Les traitements hormonaux de substitution (THS) ne sont cependant pas la seule solution pour soulager les symptômes.
Taux de satisfaction
S’il faut en croire un récent sondage en ligne mené auprès de 700 femmes belges âgées de 45 à 55 ans, par Dedicated à la demande des laboratoires homéopathiques Boiron - qui viennent de lancer un nouveau médicament (*) -, près d’un tiers (29 %) des femmes souffrant de bouffées de chaleur se traitent (17 %) ou se sont traitées (12 %).
Avec un taux de satisfaction variable selon les traitements : 76 % des femmes tout à fait ou assez satisfaites pour les THS, contre 52 % pour les traitements phytothérapiques et 48 % pour ceux à base de soja.

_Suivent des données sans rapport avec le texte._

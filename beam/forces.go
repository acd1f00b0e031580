package beam

import (
	"slices"

	"soffit.example/beam/statics"
	"soffit.example/units"
)

// Action is what one combination asks of one section.
type Action struct {
	Combination string
	Span        int // 1-based; zero for a demand given directly
	At          units.Length
	Moment      units.Moment
	Shear       units.Force
	Torque      units.Moment
	// Compatible is the part of Torque that compatibility imposes, which may be
	// shed.
	Compatible units.Moment
	Axial      units.Force
}

// Forces are the factored forces of a problem: of every combination along
// every span, or the demands that the caller gave.
type Forces struct {
	spans     []spanForces
	reactions []Reaction
	demands   []Action
}

// Reaction is what the combinations ask of one support: the greatest and least
// force, positive upward, so that a negative least is uplift, and for a fixed
// end the greatest moment that it must hold, whichever way it turns.
type Reaction struct {
	Support         int // 1-based, left to right
	Most, Least     units.Force
	MostBy, LeastBy string // combinations
	Moment          units.Moment
	MomentBy        string
	// Torque is the greatest that the support must hold against twist, whichever
	// way it turns, as analysed: before any of it is shed to neighbours.
	Torque   units.Moment
	TorqueBy string
}

// spanForces are the forces along one span.
type spanForces struct {
	all    *statics.Lines
	lines  []*statics.Line // the same, one a combination
	breaks []units.Length
	length float64 // m
	twists []twist
	holds  [2]bool // whether each end holds against twist

	// known keeps the extremes that every trial of a search asks for: between
	// the support faces, over one depth from each, and over the whole span.
	known [4]stretch
	// faces keeps the actions at the support faces, on the inner side of each,
	// for the same reason.
	faces [2]struct {
		at      units.Length
		actions []Action
	}
}

// stretch is a length of a span with its extremes.
type stretch struct {
	from, to units.Length
	extremes statics.Extremes
}

// extremes are those of all combinations between two positions.
func (sp *spanForces) extremes(from, to units.Length) (statics.Extremes, error) {
	for i := range sp.known {
		if k := &sp.known[i]; from == k.from && to == k.to {
			return k.extremes, nil
		}
	}
	return sp.all.Extremes(from, to)
}

// keep fills known for a span between support faces.
func (sp *spanForces) keep(left, right, depth units.Length) error {
	known := [4]stretch{
		{from: left, to: right},
		{from: left, to: left.Add(depth).Min(sp.all.Length())},
		{from: right.Sub(depth).Max(units.Length{}), to: right},
		{to: sp.all.Length()},
	}
	for i := range known {
		var err error
		if known[i].extremes, err = sp.all.Extremes(known[i].from, known[i].to); err != nil {
			return err
		}
	}
	sp.known = known
	return nil
}

// twist is one torque on a span, with its factor in each combination.
type twist struct {
	at      float64 // m; meaningless if spread
	torque  float64 // N-m, in all
	spread  bool    // evenly over the span
	path    TorquePath
	factors []float64
}

// Demands lists the demands that the caller gave in place of spans.
func (f *Forces) Demands() []Action { return f.demands }

// Reactions are the factored reactions of the supports that hold; none with
// demands given directly.
func (f *Forces) Reactions() []Reaction { return f.reactions }

// Spans is the number of analysed spans; zero with demands given directly.
func (f *Forces) Spans() int { return len(f.spans) }

// Combinations is the number of combinations analysed, which Action counts
// through from zero.
func (f *Forces) Combinations() int {
	if len(f.spans) == 0 {
		return 0
	}
	return len(f.spans[0].lines)
}

// noMoment is the moment below which a beam is not bent in a sense, as a
// share of the greatest moment of the span: what rounding leaves.
const noMoment = 1e-12

// Moment is the action with the largest moment of a sense between two
// positions of a span, at its true position. ok is false where no
// combination bends that way.
func (f *Forces) Moment(s Sense, span int, from, to units.Length) (a Action, ok bool) {
	e, err := f.spans[span-1].extremes(from, to)
	if err != nil {
		return Action{}, false
	}
	least := e.MomentMost.Moment.Abs().Max(e.MomentLeast.Moment.Abs()).Scale(noMoment)
	at := e.MomentMost
	if s == Negative {
		at = e.MomentLeast
		ok = at.Moment.Less(least.Neg())
	} else {
		ok = least.Less(at.Moment)
	}
	return f.action(span, at), ok
}

// Shear is the action with the largest magnitude of shear between two
// positions of a span.
func (f *Forces) Shear(span int, from, to units.Length) (a Action, ok bool) {
	e, err := f.spans[span-1].extremes(from, to)
	if err != nil {
		return Action{}, false
	}
	at := e.ShearMost
	if at.Shear.Abs().Less(e.ShearLeast.Shear.Abs()) {
		at = e.ShearLeast
	}
	return f.action(span, at), true
}

// action is an extreme of the analysis with its torque.
func (f *Forces) action(span int, at statics.Forces) Action {
	a := Action{Combination: at.ID, Span: span, At: at.At, Moment: at.Moment, Shear: at.Shear}
	sp := &f.spans[span-1]
	if len(sp.twists) > 0 {
		i := slices.IndexFunc(sp.lines, func(l *statics.Line) bool { return l.ID() == at.ID })
		a.Torque, a.Compatible = sp.torque(i, at.At, at.Side != statics.Left)
	}
	return a
}

// Action is what combination i asks at a position of a span, with its shear
// and moment simultaneous; where a force jumps, right picks the side.
func (f *Forces) Action(i, span int, at units.Length, right bool) Action {
	sp := &f.spans[span-1]
	for end := range sp.faces {
		if face := &sp.faces[end]; right == (end == 0) && at == face.at && i < len(face.actions) {
			return face.actions[i]
		}
	}
	line := sp.lines[i]
	before, after, err := line.At(at)
	if err != nil {
		return Action{Combination: line.ID(), Span: span, At: at}
	}
	if right {
		before = after
	}
	a := Action{Combination: line.ID(), Span: span, At: at, Moment: before.Moment, Shear: before.Shear}
	if len(sp.twists) > 0 {
		a.Torque, a.Compatible = sp.torque(i, at, right)
	}
	return a
}

// HasTorque reports whether any torque acts on a span.
func (f *Forces) HasTorque(span int) bool { return len(f.spans[span-1].twists) > 0 }

// Torque is the action with the largest magnitude of torque between two
// positions of a span; ok is false where none acts.
func (f *Forces) Torque(span int, from, to units.Length) (a Action, ok bool) {
	sp := &f.spans[span-1]
	if len(sp.twists) == 0 {
		return Action{}, false
	}
	for i := range sp.lines {
		for _, x := range append([]units.Length{from, to}, sp.breaks...) {
			if x.Less(from) || to.Less(x) {
				continue
			}
			for _, right := range [2]bool{false, true} {
				if c := f.Action(i, span, x, right); a.Torque.Abs().Less(c.Torque.Abs()) {
					a, ok = c, true
				}
			}
		}
	}
	return a, ok
}

// Breaks appends the positions in a span where the shear or moment of any
// combination changes its expression: supports, loads, load ends.
func (f *Forces) Breaks(dst []units.Length, span int) []units.Length {
	return append(dst, f.spans[span-1].breaks...)
}

// Lines are the exact shear and moment of every combination along a span.
func (f *Forces) Lines(span int) *statics.Lines { return f.spans[span-1].all }

// torque is the internal torque under combination i, and the part of it that
// compatibility imposes. A prismatic span shares a torque between the ends that
// hold in inverse proportion to distance.
func (sp *spanForces) torque(i int, at units.Length, right bool) (all, compatible units.Moment) {
	x, sum, part := at.In(units.Metre), 0.0, 0.0
	for _, w := range sp.twists {
		t := w.torque * w.factors[i]
		toLeft := 0.0 // share that the left end takes
		switch {
		case sp.holds[0] && sp.holds[1]:
			toLeft = 0.5
			if !w.spread {
				toLeft = 1 - w.at/sp.length
			}
		case sp.holds[0]:
			toLeft = 1
		}
		passed := x / sp.length
		if !w.spread {
			passed = 0
			if x > w.at || x == w.at && right {
				passed = 1
			}
		}
		sum += t * (toLeft - passed)
		if w.path == CompatibilityTorque {
			part += t * (toLeft - passed)
		}
	}
	return units.NewtonMetre.Of(sum), units.NewtonMetre.Of(part)
}

// demandForces are the forces of demands given directly.
func demandForces(demands []Demand) Forces {
	f := Forces{demands: make([]Action, len(demands))}
	for i, d := range demands {
		f.demands[i] = Action{Combination: d.Name, Moment: d.Moment, Shear: d.Shear, Torque: d.Torque, Axial: d.Axial}
		if d.Path == CompatibilityTorque {
			f.demands[i].Compatible = d.Torque
		}
	}
	return f
}

// memberForces analyses the beam of a brief under its combinations.
func memberForces(b *Brief, selfWeight units.LineLoad, kept []Combination) (Forces, error) {
	loads := memberLoads(b, selfWeight)
	if len(loads) == 0 { // torques alone: a load of nothing keeps the analysis whole
		loads = append(loads, statics.Load{Case: Dead.String(), Shape: statics.Uniform{}})
	}
	cases, err := statics.Analyze(memberBeam(b), loads)
	if err != nil {
		return Forces{}, err
	}
	loaded := slices.Collect(cases.IDs())
	combinations := make([]statics.Combination, 0, len(kept))
	for _, c := range kept {
		s := statics.Combination{ID: c.ID, Factors: make([]statics.Factor, 0, len(c.Factors))}
		for _, f := range c.Factors {
			if id := f.Case.String(); slices.Contains(loaded, id) {
				s.Factors = append(s.Factors, statics.Factor{Case: id, Value: f.Factor})
			}
		}
		combinations = append(combinations, s)
	}
	response, err := cases.Combine(combinations)
	if err != nil {
		return Forces{}, err
	}
	f := Forces{spans: make([]spanForces, len(b.Spans))}
	for i := range f.spans {
		all, err := response.Lines(i + 1)
		if err != nil {
			return Forces{}, err
		}
		sp := &f.spans[i]
		sp.all, sp.length = all, b.Spans[i].In(units.Metre)
		for _, l := range all.All() {
			sp.lines = append(sp.lines, l)
		}
		sp.breaks = all.AppendBreaks(nil)
		sp.holds = [2]bool{b.Supports[i].Kind != statics.Free, b.Supports[i+1].Kind != statics.Free}
		sp.addTwists(b.Loads, i+1, kept)
		left, right := b.Supports[i].Width.Scale(0.5), b.Spans[i].Sub(b.Supports[i+1].Width.Scale(0.5))
		if err := sp.keep(left, right, b.Section.Depth); err != nil {
			return Forces{}, err
		}
		for end, at := range [2]units.Length{left, right} {
			actions := make([]Action, len(sp.lines))
			for k := range sp.lines {
				actions[k] = f.Action(k, i+1, at, end == 0)
			}
			sp.faces[end].at, sp.faces[end].actions = at, actions
		}
	}
	for i, s := range b.Supports {
		if s.Kind == statics.Free {
			continue
		}
		e, err := response.ReactionExtremes(i + 1)
		if err != nil {
			return Forces{}, err
		}
		r := Reaction{
			Support: i + 1, Most: e.ForceMost.Force, MostBy: e.ForceMost.ID, Least: e.ForceLeast.Force, LeastBy: e.ForceLeast.ID,
		}
		if s.Kind == statics.Fixed {
			m := e.MomentMost
			if m.Moment.Abs().Less(e.MomentLeast.Moment.Abs()) {
				m = e.MomentLeast
			}
			r.Moment, r.MomentBy = m.Moment.Abs(), m.ID
		}
		f.twistAt(&r, b.Spans)
		f.reactions = append(f.reactions, r)
	}
	return f, nil
}

// twistAt finds the torque that a support holds: what the spans on either side
// bring to it.
func (f *Forces) twistAt(r *Reaction, spans []units.Length) {
	for i := range f.Combinations() {
		var held units.Moment
		if r.Support <= len(f.spans) {
			held = f.Action(i, r.Support, units.Length{}, true).Torque
		}
		if k := r.Support - 1; k >= 1 {
			held = held.Sub(f.Action(i, k, spans[k-1], false).Torque)
		}
		if r.Torque.Less(held.Abs()) {
			r.Torque, r.TorqueBy = held.Abs(), f.spans[0].lines[i].ID()
		}
	}
}

// addTwists takes the torques among the loads, which the analysis of bending
// leaves out.
func (sp *spanForces) addTwists(loads []Load, span int, kept []Combination) {
	for i := range loads {
		l := &loads[i]
		if l.Shape != Torque && l.Shape != UniformTorque || l.Span != 0 && l.Span != span {
			continue
		}
		w := twist{at: l.At.In(units.Metre), torque: l.Moment.In(units.NewtonMetre), spread: l.Shape == UniformTorque, path: l.Path}
		for _, c := range kept {
			factor := 0.0
			for _, f := range c.Factors {
				if f.Case == l.Case {
					factor = f.Factor
				}
			}
			w.factors = append(w.factors, factor)
		}
		sp.twists = append(sp.twists, w)
		if !w.spread {
			sp.breaks = append(sp.breaks, l.At)
		}
	}
	slices.SortFunc(sp.breaks, units.Length.Compare)
	sp.breaks = slices.Compact(sp.breaks)
}
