package service_test

import (
	"bytes"
	"fmt"
	"io"
	"log/slog"
	"net"
	"net/http"
	"net/http/httptest"
	"strings"
	"sync"
	"testing"
	"time"

	"github.com/stretchr/testify/require"

	"soffit.example/beam"
	"soffit.example/service"
	"soffit.example/service/internal/wire"
)

func TestReferenceDataIsCacheable(t *testing.T) {
	s := newService(t)
	for _, path := range []string{"/v1/bars", "/v1/bars/astm-inch", "/v1/bars/en-10080", "/v1/codes", "/v1/units", "/openapi.json", "/"} {
		t.Run(path, func(t *testing.T) {
			w := send(s, "GET", path, "")
			require.Equal(t, http.StatusOK, w.Code)
			tag := w.Header().Get("ETag")
			require.Regexp(t, `^"[0-9a-f]{32}"$`, tag, "a strong tag")
			require.Equal(t, tag, send(s, "GET", path, "").Header().Get("ETag"))
			require.Equal(t, tag, send(newService(t), "GET", path, "").Header().Get("ETag"), "of the content alone")

			again := send(s, "GET", path, "", "If-None-Match", tag)
			require.Equal(t, http.StatusNotModified, again.Code)
			require.Zero(t, again.Body.Len())
			require.Equal(t, tag, again.Header().Get("ETag"))
			require.Equal(t, http.StatusOK, send(s, "GET", path, "", "If-None-Match", `"other"`).Code)

			head := send(s, "HEAD", path, "")
			require.Equal(t, http.StatusOK, head.Code)
			require.Zero(t, head.Body.Len())
			require.Equal(t, w.Header().Get("Content-Type"), head.Header().Get("Content-Type"))
			require.Equal(t, fmt.Sprint(w.Body.Len()), head.Header().Get("Content-Length"))
		})
	}
}

func TestReferenceDataSaysWhatItShould(t *testing.T) {
	s := newService(t)
	bars := decode[wire.Catalog](t, send(s, "GET", "/v1/bars/astm-inch", ""))
	for _, size := range bars.Sizes {
		if size.Name == "#8" { // ASTM A615/A615M, Table 1
			require.Equal(t, "1 in", size.Diameter.String())
			require.Equal(t, "0.79 in2", size.Area.String())
			require.Equal(t, "2.67 lb/ft", size.Mass.String())
		}
	}
	codes := decode[wire.Codes](t, send(s, "GET", "/v1/codes", ""))
	require.Equal(t, "ACI 318-19", codes.Codes[0].ID)
	units := decode[wire.Units](t, send(s, "GET", "/v1/units", ""))
	found := false
	for _, d := range units.Dimensions {
		for _, u := range d.Units {
			if u.Symbol == "in" { // NIST SP 811, appendix B.8: exactly 0.0254 m
				found = true
				require.Equal(t, "0.0254", u.Factor)
				require.Equal(t, "[in_i]", u.UCUM)
				require.Equal(t, "in", d.Prints.US)
				require.Equal(t, "mm", d.Prints.SI)
			}
		}
	}
	require.True(t, found)
}

func TestThePageLinksToWhatThereIs(t *testing.T) {
	s := newService(t)
	w := send(s, "GET", "/", "")
	require.Equal(t, "text/html; charset=utf-8", w.Header().Get("Content-Type"))
	require.Contains(t, w.Header().Get("Content-Security-Policy"), "default-src 'none'")
	page := w.Body.String()
	require.NotContains(t, page, "<script")
	for link := range strings.SplitSeq(page, `href="`) {
		if path, _, ok := strings.Cut(link, `"`); ok && strings.HasPrefix(path, "/") {
			require.Equal(t, http.StatusOK, send(s, "GET", path, "").Code, path)
		}
	}
	// The type of a problem leads to its description on the page.
	p := problemOf(t, send(s, "GET", "/none", ""))
	where := send(s, "GET", p.Type, "")
	require.Equal(t, http.StatusFound, where.Code)
	require.Equal(t, "/#problem-not-found", where.Header().Get("Location"))
	require.Contains(t, page, `id="problem-not-found"`)
}

func TestReadinessFlipsAndTheRestGoesOn(t *testing.T) {
	s := newService(t)
	require.Equal(t, http.StatusOK, send(s, "GET", "/readyz", "").Code)
	s.Stopping()
	require.Equal(t, http.StatusServiceUnavailable, send(s, "GET", "/readyz", "").Code)
	require.Equal(t, http.StatusOK, send(s, "GET", "/healthz", "").Code)
	require.Equal(t, http.StatusOK, send(s, "POST", "/v1/fits", goodFits).Code)
	require.Equal(t, http.StatusOK, send(s, "HEAD", "/healthz", "").Code)
}

func TestHosts(t *testing.T) {
	loopback := newService(t)
	named := newService(t, func(o *service.Options) { o.Hosts = []string{"beams.example"} })
	for _, tc := range []struct {
		s    *service.Service
		host string
		want int
	}{
		{loopback, "127.0.0.1:8318", 200}, {loopback, "localhost:8318", 200}, {loopback, "LOCALHOST", 200},
		{loopback, "[::1]:8318", 200}, {loopback, "[::1]", 200}, {loopback, "beams.example", 421}, {loopback, "127.0.0.1.evil.example", 421},
		{loopback, "", 421}, {named, "beams.example", 200}, {named, "Beams.Example:443", 200}, {named, "localhost", 421},
	} {
		require.Equal(t, tc.want, send(tc.s, "GET", "/v1/codes", "", "Host", tc.host).Code, tc.host)
	}
	// Probes address a machine by its number.
	require.Equal(t, 200, send(named, "GET", "/healthz", "", "Host", "10.0.0.7:8318").Code)
	require.Equal(t, 200, send(named, "GET", "/readyz", "", "Host", "10.0.0.7:8318").Code)
}

func TestAccept(t *testing.T) {
	s := newService(t)
	for accept, want := range map[string]int{
		"": 200, "*/*": 200, "application/json": 200, "application/*": 200, "text/html, */*;q=0.1": 200,
		"application/json;q=0.5, text/html": 200, "text/*": 406, "application/json;q=0": 406, "application/xml": 406,
	} {
		require.Equal(t, want, send(s, "POST", "/v1/fits", goodFits, "Accept", accept).Code, accept)
	}
	require.Equal(t, "Accept", send(s, "POST", "/v1/designs", goodBrief).Header().Get("Vary"))
}

func TestRequestID(t *testing.T) {
	s := newService(t)
	id := func(given string) string {
		return send(s, "GET", "/healthz", "", "X-Request-Id", given).Header().Get("X-Request-Id")
	}
	require.Equal(t, "job-7.a_B", id("job-7.a_B"))
	for _, bad := range []string{"", "a b", "a\"b", strings.Repeat("x", 65), "naïve", "<script>"} {
		require.Regexp(t, `^[0-9a-f]{24}$`, id(bad), bad)
	}
	require.NotEqual(t, id(""), id(""))
}

// stubborn is a code whose Strengths does what a test wants before it answers.
type stubborn struct {
	beam.Code
	first func()
}

func (c stubborn) Strengths(q beam.SectionQuery) (beam.Strengths, error) {
	c.first()
	return c.Code.Strengths(q)
}

// bare is a code that leaves section strengths out.
type bare struct{ beam.Code }

func (bare) Strengths(beam.SectionQuery) (beam.Strengths, error) {
	return beam.Strengths{}, fmt.Errorf("bare: %w", beam.ErrNotOffered)
}

func TestACodeMayLeaveStrengthsOut(t *testing.T) {
	s := newService(t, func(o *service.Options) { o.Codes = []beam.Code{bare{codes()[0]}} })
	w := send(s, "POST", "/v1/strengths", goodStrengths)
	require.Equal(t, http.StatusUnprocessableEntity, w.Code)
	require.Equal(t, "/code", problemOf(t, w).Errors[0].Path)
}

func TestAPanicBecomesAProblemThatSaysNothing(t *testing.T) {
	var log bytes.Buffer
	s := newService(t, func(o *service.Options) {
		o.Codes = []beam.Code{stubborn{codes()[0], func() { panic("the secret of the house") }}}
		o.Log = slog.New(slog.NewTextHandler(&log, nil))
	})
	w := send(s, "POST", "/v1/strengths", goodStrengths, "X-Request-Id", "job-9")
	require.Equal(t, http.StatusInternalServerError, w.Code)
	p := problemOf(t, w)
	require.Equal(t, "/problems/internal", p.Type)
	require.NotContains(t, w.Body.String(), "secret")
	require.Contains(t, log.String(), "the secret of the house")
	require.Contains(t, log.String(), "job-9")
	require.Equal(t, http.StatusOK, send(s, "POST", "/v1/fits", goodFits).Code, "the service goes on")
}

func TestTheLogHasNoQuery(t *testing.T) {
	var log bytes.Buffer
	s := newService(t, func(o *service.Options) { o.Log = slog.New(slog.NewTextHandler(&log, nil)) })
	send(s, "GET", "/v1/codes?token=abc", "")
	require.Contains(t, log.String(), "path=/v1/codes")
	require.NotContains(t, log.String(), "token")
}

// held is a service with one place, and a request that holds it until let go.
func held(t *testing.T, limits service.Limits) (s *service.Service, letGo func()) {
	entered, leave := make(chan struct{}), make(chan struct{})
	s = newService(t, func(o *service.Options) {
		o.Codes = []beam.Code{stubborn{codes()[0], func() { entered <- struct{}{}; <-leave }}}
		o.Limits = limits
	})
	done := make(chan int)
	go func() { done <- send(s, "POST", "/v1/strengths", goodStrengths).Code }()
	<-entered
	return s, func() {
		close(leave)
		require.Equal(t, http.StatusOK, <-done)
	}
}

func TestWorkIsBounded(t *testing.T) {
	s, letGo := held(t, service.Limits{Work: 1, Wait: 5 * time.Millisecond})
	w := send(s, "POST", "/v1/fits", goodFits)
	require.Equal(t, http.StatusServiceUnavailable, w.Code)
	require.Equal(t, "/problems/busy", problemOf(t, w).Type)
	require.Equal(t, "1", w.Header().Get("Retry-After"))
	require.Equal(t, http.StatusUnprocessableEntity, send(s, "POST", "/v1/fits", `{}`).Code, "faults need no place")
	require.Equal(t, http.StatusOK, send(s, "GET", "/v1/codes", "").Code, "nor does reference data")
	letGo()
	require.Equal(t, http.StatusOK, send(s, "POST", "/v1/fits", goodFits).Code)
}

func TestAWaitingRequestGetsItsTurn(t *testing.T) {
	s, letGo := held(t, service.Limits{Work: 1, Wait: 10 * time.Second})
	done := make(chan int)
	go func() { done <- send(s, "POST", "/v1/fits", goodFits).Code }()
	letGo()
	require.Equal(t, http.StatusOK, <-done)
}

func TestAClientHasItsShare(t *testing.T) {
	s, letGo := held(t, service.Limits{Work: 8, PerClient: 1})
	w := send(s, "POST", "/v1/fits", goodFits)
	require.Equal(t, http.StatusTooManyRequests, w.Code)
	require.Equal(t, "/problems/too-many", problemOf(t, w).Type)
	require.Equal(t, "1", w.Header().Get("Retry-After"))

	r := httptest.NewRequest("POST", "/v1/fits", strings.NewReader(goodFits))
	r.Header.Set("Content-Type", "application/json")
	r.Host, r.RemoteAddr = "localhost", "192.0.2.99:4000"
	other := httptest.NewRecorder()
	s.ServeHTTP(other, r)
	require.Equal(t, http.StatusOK, other.Code, "another client is let in")
	letGo()
	require.Equal(t, http.StatusOK, send(s, "POST", "/v1/fits", goodFits).Code)
}

func TestTimeIsBounded(t *testing.T) {
	s := newService(t, func(o *service.Options) { o.Limits.Time = time.Nanosecond })
	w := send(s, "POST", "/v1/designs", goodBrief)
	require.Equal(t, http.StatusServiceUnavailable, w.Code)
	require.Equal(t, "/problems/time-limit", problemOf(t, w).Type)
	require.Equal(t, "1", w.Header().Get("Retry-After"))
}

func TestBodyAndDepthAreBounded(t *testing.T) {
	s := newService(t, func(o *service.Options) { o.Limits.Body, o.Limits.Depth = 100, 3 })
	require.Equal(t, http.StatusRequestEntityTooLarge, send(s, "POST", "/v1/fits", goodFits).Code)
	require.Equal(t, http.StatusBadRequest, send(s, "POST", "/v1/fits", `{"layers": [{"size": []}]}`).Code)
}

func TestASlowBodyIsGivenUp(t *testing.T) {
	server := httptest.NewUnstartedServer(newService(t))
	server.Config.ReadTimeout = 50 * time.Millisecond
	server.Start()
	defer server.Close()
	conn, err := net.Dial("tcp", server.Listener.Addr().String())
	require.NoError(t, err)
	defer conn.Close()
	_, err = fmt.Fprint(conn, "POST /v1/fits HTTP/1.1\r\nHost: localhost\r\nContent-Type: application/json\r\nContent-Length: 1000\r\n\r\n{")
	require.NoError(t, err)
	require.NoError(t, conn.SetReadDeadline(time.Now().Add(5*time.Second)))
	reply := make([]byte, 200)
	n, err := conn.Read(reply)
	require.NoError(t, err)
	require.Contains(t, string(reply[:n]), "HTTP/1.1 408 ")
}

func TestManyAtOnceGetTheSameBytes(t *testing.T) {
	s := newService(t, func(o *service.Options) { o.Limits.Wait = time.Minute; o.Limits.Work = 4 })
	want := map[string]string{}
	for path, body := range goodRequests() {
		want[path] = send(s, "POST", path, body).Body.String()
	}
	var wg sync.WaitGroup
	for range 8 {
		for path, body := range goodRequests() {
			wg.Go(func() {
				if got := send(s, "POST", path, body).Body.String(); got != want[path] {
					t.Errorf("%s: another reply under load", path)
				}
				send(s, "POST", path, body[1:])
			})
		}
	}
	wg.Wait()
}

// What cannot be read as a body at all is the sender's fault too.
func TestABrokenBodyIsTheSendersFault(t *testing.T) {
	server := httptest.NewServer(newService(t))
	defer server.Close()
	for name, request := range map[string]string{
		"chunk":  "Transfer-Encoding: chunked\r\n\r\nzz\r\n{}\r\n0\r\n\r\n",
		"length": "Content-Length: 1000\r\n\r\n{}",
	} {
		t.Run(name, func(t *testing.T) {
			conn, err := net.Dial("tcp", server.Listener.Addr().String())
			require.NoError(t, err)
			defer conn.Close()
			_, err = fmt.Fprint(conn, "POST /v1/fits HTTP/1.1\r\nHost: localhost\r\nContent-Type: application/json\r\n"+request)
			require.NoError(t, err)
			require.NoError(t, conn.(*net.TCPConn).CloseWrite())
			require.NoError(t, conn.SetReadDeadline(time.Now().Add(5*time.Second)))
			reply, err := io.ReadAll(conn)
			require.NoError(t, err)
			require.Contains(t, string(reply), "HTTP/1.1 400 ")
			require.Contains(t, string(reply), "the body does not arrive as its headers announce it")
		})
	}
}

func TestOddPathsAreNotFoundOrMisplaced(t *testing.T) {
	s := newService(t)
	for path, want := range map[string]int{
		"/v1/bars/%2e%2e": 404, "//": 404, "/v1//bars": 404, "/V1/bars": 404, "/v1/bars/astm-inch/": 404, "/v1/bars/astm%2Dinch": 200, "/problems/%00": 404,
	} {
		require.Equal(t, want, send(s, "GET", path, "").Code, path)
	}
	for _, method := range []string{"PUT", "DELETE", "PATCH", "HEAD", "TRACE"} {
		w := send(s, method, "/v1/designs", "")
		require.Equal(t, http.StatusMethodNotAllowed, w.Code, method)
		require.Contains(t, w.Header().Get("Allow"), "POST")
	}
	require.Contains(t, send(s, "OPTIONS", "/v1/designs", "").Header().Get("Allow"), "POST")
}

// The dearest documents that the limits let in are still cheap to refuse.
func TestHostileDocumentsAreCheap(t *testing.T) {
	s := newService(t)
	var unknown, similar strings.Builder
	for i := range 9000 {
		fmt.Fprintf(&unknown, `"colour of the beam %d":1,`, i)
		if i < 3000 {
			fmt.Fprintf(&similar, `{"intensity_and": "1 k%d"},`, i)
		}
	}
	for name, body := range map[string]string{
		"unknown members": `{` + strings.TrimSuffix(unknown.String(), ",") + `}`,
		"faulty items":    `{"loads": [` + strings.TrimSuffix(similar.String(), ",") + `]}`,
		"long text":       `{"reference": "` + strings.Repeat("é", 120<<10) + `"}`,
		"long number":     `{"serviceability": {"months": ` + strings.Repeat("9", 200<<10) + `}}`,
		"many digits":     strings.Replace(goodFits, `"16 in"`, `"`+strings.Repeat("9", 200<<10)+` in"`, 1),
	} {
		start := time.Now()
		w := send(s, "POST", "/v1/designs", body)
		require.Contains(t, []int{400, 422}, w.Code, name)
		require.Less(t, time.Since(start), 2*time.Second, name)
		require.Less(t, w.Body.Len(), 200<<10, name)
		t.Logf("%s: %v, %d, %d bytes back", name, time.Since(start), w.Code, w.Body.Len())
	}
}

Une bonne hygiène de vie, de l’exercice physique, de la relaxation, du yoga peuvent aussi contribuer à soulager les symptômes.
Enfin, quels que soient les traitements - allopathiques, phyto, homéo ou autre -, ne perdons pas de vue l’effet placebo : de l’ordre de 20 à 30 %, qu’on se le dise !
(*) La notice le présente comme "un médicament homéopathique traditionnellement utilisé dans les bouffées de chaleur et les troubles fonctionnels de la ménopause".